Option 1: Revoke tools
Community revoke dashboards (search "Solana revoke" from official wallet docs,
not sponsored ads) list active delegations across your token accounts. They
submit a Revoke instruction that clears the delegate. You pay a
small transaction fee per revoke — usually a fraction of a cent in SOL.
Option 2: Wallet token detail screens
Some wallets expose delegation under an individual token's advanced settings. If you see a delegate address that is not a program you recognize, revoke it.
Option 3: Approve zero
Technically, approving delegate with amount 0 also clears
spending power. Revoke is the explicit instruction for this; tools wrap it for you.
Revoking does not disconnect the site from your wallet — that is a separate "connected apps" list in Phantom or Solflare settings. Do both periodically: disconnect unused sites and revoke token delegations you no longer need.
Approvals vs account authority (do not confuse them)
Newer users sometimes mix up delegate (limited transfer rights) with owner authority (full control). The Token Program allows changing authorities on an account:
- Owner — can transfer, burn, and reassign authorities.
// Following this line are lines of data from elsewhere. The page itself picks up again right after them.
std::optional<TrackingMode> parse_tracking_mode(std::string_view text) {
  if (text == "absolute") return TrackingMode::absolute;
  if (text == "trimmable") return TrackingMode::trimmable;
  return std::nullopt;
}

std::string_view to_string(ProofStatus status) {
  switch (status) {
    case ProofStatus::proved_optimal:
      return "proved optimal";
    case ProofStatus::not_proved:
      return "not proved";
  }
  return "?";
}

std::string PairOptions::validate() const {
  if (!(std::isfinite(lux_lo) && lux_lo > 0))
    return fmt::format("lux_lo = {} must be a finite illuminance above 0 lx", lux_lo);
  if (!(std::isfinite(lux_hi) && lux_hi > lux_lo))
    return fmt::format("lux_hi = {} must be finite and above lux_lo = {}", lux_hi, lux_lo);
  if (!(std::isfinite(tolerance_pct) && tolerance_pct >= 0 && tolerance_pct <= 100))
    return fmt::format("tolerance_pct = {} must be between 0 and 100", tolerance_pct);
  if (mode != TrackingMode::absolute && mode != TrackingMode::trimmable)
    return fmt::format("mode = {} must be absolute or trimmable", int(mode));
  if (candidate_cap_per_unit < 0)
    return fmt::format("candidate_cap_per_unit = {} must be 0 (no cap) or more",
                       candidate_cap_per_unit);
  if (grid_points_per_decade < 2 || grid_points_per_decade > 10000)
    return fmt::format("grid_points_per_decade = {} must be between 2 and 10000",
                       grid_points_per_decade);
  if (max_repair_rounds < 1)
    return fmt::format("max_repair_rounds = {} must be at least 1", max_repair_rounds);
  if (threads < 0) return fmt::format("threads = {} must be 0 (one per core) or more", threads);
  return {};
}

TrackingError tracking_error(const Curve& a, const Curve& b, const PairOptions& o) {
  const bool closed_form = a.model == ModelKind::power_law && b.model == ModelKind::power_law;
  const std::vector<double> lux =
      closed_form ? std::vector<double>{o.lux_lo, o.lux_hi} : grid_lux(o);
  std::size_t k_peak = 0, k_hi = lux.size() - 1, k_lo = 0;
  double peak = -1, hi = -std::numeric_limits<double>::infinity(), lo = -hi;
  for (std::size_t k = 0; k < lux.size(); ++k) {
    const double d = a.ln_ohm(lux[k]) - b.ln_ohm(lux[k]);
    if (std::abs(d) > peak) peak = std::abs(d), k_peak = k;
    if (d > hi) hi = d, k_hi = k;
    if (d < lo) lo = d, k_lo = k;
  }
  TrackingError r;
  double ln_error = 0, var = 0;
  if (o.mode == TrackingMode::absolute) {
    ln_error = peak;
    r.worst_lux = lux[k_peak];
    var = ln_diff_variance(a, r.worst_lux, 0) + ln_diff_variance(b, r.worst_lux, 0);
  } else {
    // A flat d has no extreme points of its own: its drift is read between the range ends.
    if (k_hi == k_lo) k_hi = lux.size() - 1, k_lo = 0;
    ln_error = hi - lo;
    r.worst_lux = lux[k_hi];
    r.other_lux = lux[k_lo];
    var = ln_diff_variance(a, r.worst_lux, r.other_lux) +
          ln_diff_variance(b, r.worst_lux, r.other_lux);
  }
  r.error_pct = to_pct(ln_error);
  // f = 100 (exp(D) - 1): df/dD = 100 exp(D)
  r.sigma_pct = 100.0 * std::exp(ln_error) * std::sqrt(var);
  return r;
}
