// The whole used-by story in a real browser, as the people in it click: a new member joins, gets a
// machine sign-off, uploads a fold pattern with one bridge too narrow, fixes it with a revision and
// submits; staff approve; the member books and pays on the card page; staff cut, charge and shelve
// the parts; the member collects them with the pickup code. The member and the staff each have their
// own browser, and neither may log a console error or a failed request the story does not provoke.
import type { Page } from 'playwright-core'
import { describe, expect, inject } from 'vitest'
import { linkToken, uniqueEmail, waitForMail } from '../api/helpers'
import { CARD_PAYS } from '../api/payment-helpers'
import { foldPanel, NARROW_PINCH_MM, SOUND_PINCH_MM } from '../fixtures/fold-panel'
import { formatMoney } from '../../utils/format'
import { browserTestWithStaff, checkAccessibility, expectVisibleFocus, screenshot, signInThroughForm, tabThrough } from './browser'

const LASER = 'Heron — CO₂ laser'
const MATERIAL = 'Birch plywood 3 mm'
const MEMBER_NAME = 'Tamsin Oyelaran-Brück'
const JOB_TITLE = 'Pleated lamp shade'
const PATTERN_FILE = 'lamp-panel.svg'
const SHELF = 'Shelf B, bin 7'

/** The member's browser and the staff's at the desk. */
const storyTest = browserTestWithStaff

function svgFile(name: string, svg: string) {
  return { name, mimeType: 'image/svg+xml', buffer: Buffer.from(svg) }
}

async function getJson<T>(page: Page, path: string): Promise<T> {
  const response = await page.request.get(path)
  expect(response.status(), `GET ${path}`).toBe(200)
  return (await response.json()) as T
}

/** What the preview shows, from the attributes it keeps for tests: the view box in mm, the selected site, its place and highlighted cuts. */
async function previewState(page: Page) {
  return page.locator('[data-preview]').evaluate((element) => ({
    view: (element.getAttribute('data-view') ?? '').split(' ').map(Number),
    selected: element.getAttribute('data-selected') ?? '',
    selectedAt: (element.getAttribute('data-selected-at') ?? '').split(' ').map(Number),
    highlighted: (element.getAttribute('data-highlighted') ?? '').split(' ').filter(Boolean),
  }))
}

interface CutterPrices {
  pricePerMinuteMinor: number
  setupMinutes: number
  billingIncrementMinutes: number
}
interface JobEstimateView {
  state: string
  cutter: { id: number }
  sheet: { priceMinor: number }
  estimate: { sheetCount: number; machineS: number }
}
interface PaymentView {
  bookingId: number
  jobTitle: string
  start: string
  state: string
  authorisedMinor: number
  capturedMinor: number
}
- Close authority — can close the account and reclaim rent.
- Delegate — can transfer up to the approved amount only.
Malicious transactions may try to set the owner to an attacker's key. That is not a normal DEX approval — it is a full takeover. Reject immediately. Legitimate apps rarely ask to change owner authority on your existing token accounts; they create new PDAs or ATAs instead.
Practical checklist
- Approve the minimum amount needed for the current action when the app offers a choice.
- Prefer one-transaction swaps that approve and consume in the same tx (common on modern aggregators).
- Revoke quarterly or after experimenting with unknown protocols.
- Keep valuable tokens in a cold wallet that never signs random approvals.
- Use a hot wallet with limited balances for dApps and games.
- After any payment, verify on-chain — our payment verification guide shows how to confirm transfers landed.
- Hide spam tokens but never click their links — spam token cleanup explains why.